Give me six hours to chop down a tree and I will spend the first four sharpening the axe.
Lincoln’s wisdom is easily applied to data analysis. Very little of working with data is actually running the model. Most of it is defining the problem, gathering data, and preparing a presentation. Do not swing at your data with a dull axe! Here is how to analyze data like Lincoln:
1. Frame the problem.
Most business problems are unstructured. Our challenge is to find a sales-boosting promotion or a staffing pattern that enhances customer satisfaction.
The first step is to define the problem. Offer a hypothesis. Define your dependent and independent variables. Understand how the variables relate clearly.
2. Define — and defend — your assumptions
This one is difficult when you are modelling data on behalf of stakeholders who don’t know much about analytics. They want every exception and exclusion included in the model. Any assumptions you provide are presented as unrealistic.
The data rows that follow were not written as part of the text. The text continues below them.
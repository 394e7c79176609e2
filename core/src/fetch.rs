//! The front end: fetch along the predicted path into a queue that models the
//! front-end pipeline depth.
//!
//! Per cycle, fetch takes up to `fetch_width` instructions from the
//! functional model, predicts each control instruction, and stops at a taken
//! branch (one fetch block per cycle). A mispredicted branch stops fetch until
//! it executes; fetch then restarts, and the first new instruction reaches
//! dispatch `frontend_depth` cycles later. With an instruction cache, a new
//! line is looked up before its first instruction is fetched, and a miss stops
//! fetch until the line arrives. Instructions wait in the queue until their
//! arrival cycle; the queue holds `fetch_width * (frontend_depth + 1)` of them,
//! so a stalled dispatch stops fetch.

use crate::config::CoreConfig;
use crate::observer::{FrontState, Observer};
use crate::pipeline::Pipeline;
use crate::predictor::Predictor;
use overlap_isa::{DynInst, OpClass};
use overlap_mem::{AccessKind, AccessOutcome, Request};
use std::collections::VecDeque;

/// An instruction in the front-end pipeline.
#[derive(Clone, Copy, Debug)]
pub(crate) struct Fetched {
    pub inst: DynInst,
    pub seq: u64,
    /// First cycle at which it may dispatch.
    pub arrival: u64,
    pub mispredicted: bool,
}

#[derive(Clone, Copy, Debug, PartialEq, Eq)]
enum Fetch {
    Running,
    /// Behind the mispredicted branch with this sequence number.
    WaitBranch(u64),
    /// The branch resolved; fetch restarts at this cycle.
    Redirect(u64),
    /// Waiting for an instruction-cache line.
    Icache,
    /// The instruction cache refused the lookup; retry when memory changes.
    IcacheRetry(u64),
    Drained,
}

#[derive(Debug)]
pub(crate) struct FrontEnd {
    pub queue: VecDeque<Fetched>,
    capacity: usize,
    width: u32,
    depth: u64,
    state: Fetch,
    refill_until: u64,
    /// Why the front end is refilling until `refill_until`.
    refill: FrontState,
    next_seq: u64,
    max_insts: Option<u64>,
    pub truncated: bool,
    line_bytes: Option<u64>,
    line: u64,
    fetch_ids: u64,
    pub predictor: Option<Predictor>,
}

impl FrontEnd {
    pub(crate) fn new(core: &CoreConfig, line_bytes: Option<u64>, max_insts: Option<u64>) -> Self {
        let capacity = (core.fetch_width * (core.frontend_depth + 1)) as usize;
        FrontEnd {
            queue: VecDeque::with_capacity(capacity),
            capacity,
            width: core.fetch_width,
            depth: u64::from(core.frontend_depth),
            state: Fetch::Running,
            refill_until: 0,
            refill: FrontState::Running,
            next_seq: 0,
            max_insts,
            truncated: false,
            line_bytes,
            line: u64::MAX,
            fetch_ids: 0,
            predictor: None,
        }
    }

    pub(crate) fn is_drained(&self) -> bool {
        self.state == Fetch::Drained && self.queue.is_empty()
    }

    /// The mispredicted branch `seq` resolves at `cycle`.
    pub(crate) fn resolve(&mut self, seq: u64, cycle: u64) {
        if self.state == Fetch::WaitBranch(seq) {
            self.state = Fetch::Redirect(cycle);
        }
    }

    /// The instruction-cache line arrived at `cycle`: fetch restarts, and the
    /// first instruction reaches dispatch `depth` cycles later.
    pub(crate) fn icache_filled(&mut self, cycle: u64) {
        if self.state == Fetch::Icache {
            self.state = Fetch::Running;
            self.refill = FrontState::Icache;
            self.refill_until = cycle + self.depth;
        }
    }

    /// The front end's state for the ledger at the end of cycle `now`.
    pub(crate) fn state(&self, now: u64) -> FrontState {
        match self.state {
            Fetch::WaitBranch(_) => FrontState::Mispredict,
            // Issued but not executed yet: still an unresolved misprediction.
            Fetch::Redirect(at) if now < at => FrontState::Mispredict,
            Fetch::Redirect(_) => FrontState::MispredictRefill,
            Fetch::Icache | Fetch::IcacheRetry(_) => FrontState::Icache,
            Fetch::Drained => FrontState::Drained,
            Fetch::Running if now < self.refill_until => self.refill,
            Fetch::Running if self.queue.len() >= self.capacity => FrontState::Backpressure,
            Fetch::Running => FrontState::Running,
        }
    }

    /// A one-line description for deadlock dumps.
    pub(crate) fn describe(&self, now: u64) -> String {
        format!(
            "{:?} ({:?}), {} instructions queued for dispatch, {} fetched",
            self.state,
            self.state(now),
            self.queue.len(),
            self.next_seq
        )
    }

    /// The next cycle after `now` at which the front end changes by itself.
    pub(crate) fn next_event(&self, now: u64) -> Option<u64> {
        let mut next = None::<u64>;
        let mut consider = |t: u64| {
            if t > now {
                next = Some(next.map_or(t, |n| n.min(t)));
            }
        };
        if let Fetch::Redirect(at) = self.state {
            consider(at);
        }
        if let Some(f) = self.queue.front() {
            consider(f.arrival);
        }
        consider(self.refill_until);
        next
    }
}

impl<O: Observer> Pipeline<'_, O> {
    /// The fetch stage.
    pub(crate) fn fetch_stage(&mut self, now: u64) -> Result<(), crate::RunError> {
        match self.front.state {
            Fetch::Redirect(at) if at <= now => {
                self.front.state = Fetch::Running;
                self.front.refill_until = at + self.front.depth;
                self.front.refill = FrontState::MispredictRefill;
                self.active = true;
            }
            Fetch::IcacheRetry(stamp) if stamp != self.mem_gen => {
                self.front.state = Fetch::Running;
                self.active = true;
            }
            _ => {}
        }
        if self.front.state != Fetch::Running {
            return Ok(());
        }
        for _ in 0..self.front.width {
            if self.front.queue.len() >= self.front.capacity {
                break;
            }
            if self
                .front
                .max_insts
                .is_some_and(|m| self.front.next_seq >= m)
            {
                self.front.state = Fetch::Drained;
                self.front.truncated = true;
                self.active = true;
                break;
            }
            if let Some(line_bytes) = self.front.line_bytes {
                let pc = self.machine.pc();
                let line = pc / line_bytes;
                if line != self.front.line {
                    let id = self.front.fetch_ids;
                    let req = Request {
                        id,
                        kind: AccessKind::Fetch,
                        addr: pc,
                        size: 4,
                        pc,
                    };
                    match self.mem.access(now, req) {
                        Ok(acc) => {
                            self.front.fetch_ids += 1;
                            self.active = true;
                            self.front.line = line;
                            if acc.outcome != AccessOutcome::Hit {
                                self.front.state = Fetch::Icache;
                                break;
                            }
                        }
                        Err(overlap_mem::Refusal::PortsBusy) => {
                            // One line per cycle: look it up again next cycle.
                            self.active = true;
                            break;
                        }
                        Err(_) => {
                            self.front.state = Fetch::IcacheRetry(self.mem_gen);
                            self.active = true;
                            break;
                        }
                    }
                }
            }
            let inst = self.machine.step().map_err(crate::RunError::Exec)?;
            let seq = self.front.next_seq;
            self.front.next_seq += 1;
            self.active = true;
            self.obs.fetch(now, seq, &inst);
            let mut mispredicted = false;
            if matches!(inst.class, OpClass::Branch | OpClass::Jump) {
                let correct = self
                    .front
                    .predictor
                    .as_mut()
                    .expect("predictor installed")
                    .predict_and_train(&inst);
                self.obs.branch(now, seq, &inst, correct);
                mispredicted = !correct;
            }
            let arrival = now + self.front.depth;
            self.front.queue.push_back(Fetched {
                inst,
                seq,
                arrival,
                mispredicted,
            });
            if self.machine.exit_code().is_some() {
                self.front.state = Fetch::Drained;
                break;
            }
            if mispredicted {
                self.front.state = Fetch::WaitBranch(seq);
                break;
            }
            if inst.taken {
                break;
            }
        }
        Ok(())
    }
}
Remember, though, that this is only a model. No model will ever be as complex or complete as real life. You just want something that will help you make sense of your data.
Assumptions allow you to control for factors so that you can test relationships between other variables. It’s the best solution we’ve got in business to a “control.”
You must make assumptions in your model because you are never going to capture everything in your data. Don’t try to make your data jive with the model 100%. In fact, if you do, then you’re going to overfit your data.
A model is like a pair of glasses. Don’t look at the glasses to test value. Look through them.
3. Collect and validate necessary data
Now you can gather data. Having all the data you need before starting your analysis will save time and frustration for later on.
In many cases, this will be the most time-consuming part of your project. You need to create a data set from several sources.
This can get ugly. That’s why it’s called “data wrangling.” But carefully gathering data lets you check for discrepancies or irregularities. Are you missing something? Is some data formatted incorrectly? What about outliers? Is there a normal distribution? Answer these questions now before you get too deep into your analysis.
4. Conduct your analysis.
This is the “tree chopping” segment of our exercise. If you did everything else right you will spend the least amount of time on this problem.
5. Communicate results.
I like to think of this part as “reserve data wrangling.” You take results and translate them into a newer format still: actionable insights.
If you have developed a well-framed model with the proper assumptions and the necessary data, you should have a reasonable solution. It shouldn’t be unbelievable, but it should provide some new information.
Unless you are communicating to other analysts, don’t present in math-speak. Alfred Marshall, the 19th Century economist, has the right idea here.
(1) Use mathematics as a shorthand language, rather than an engine of inquiry. (2) Keep to them till you have done. (3) Translate into English. (4) Then illustrate by examples that are important in real life. (5) Burn the mathematics. (6) If you can’t succeed in (4), burn (3). This last I did often.
When given a problem, data analysts are tempted to start swinging the axe immediately. Instead, take a lesson from Abraham Lincoln. Spend your time sharpening that axe, and your data problem tree will fall much easier.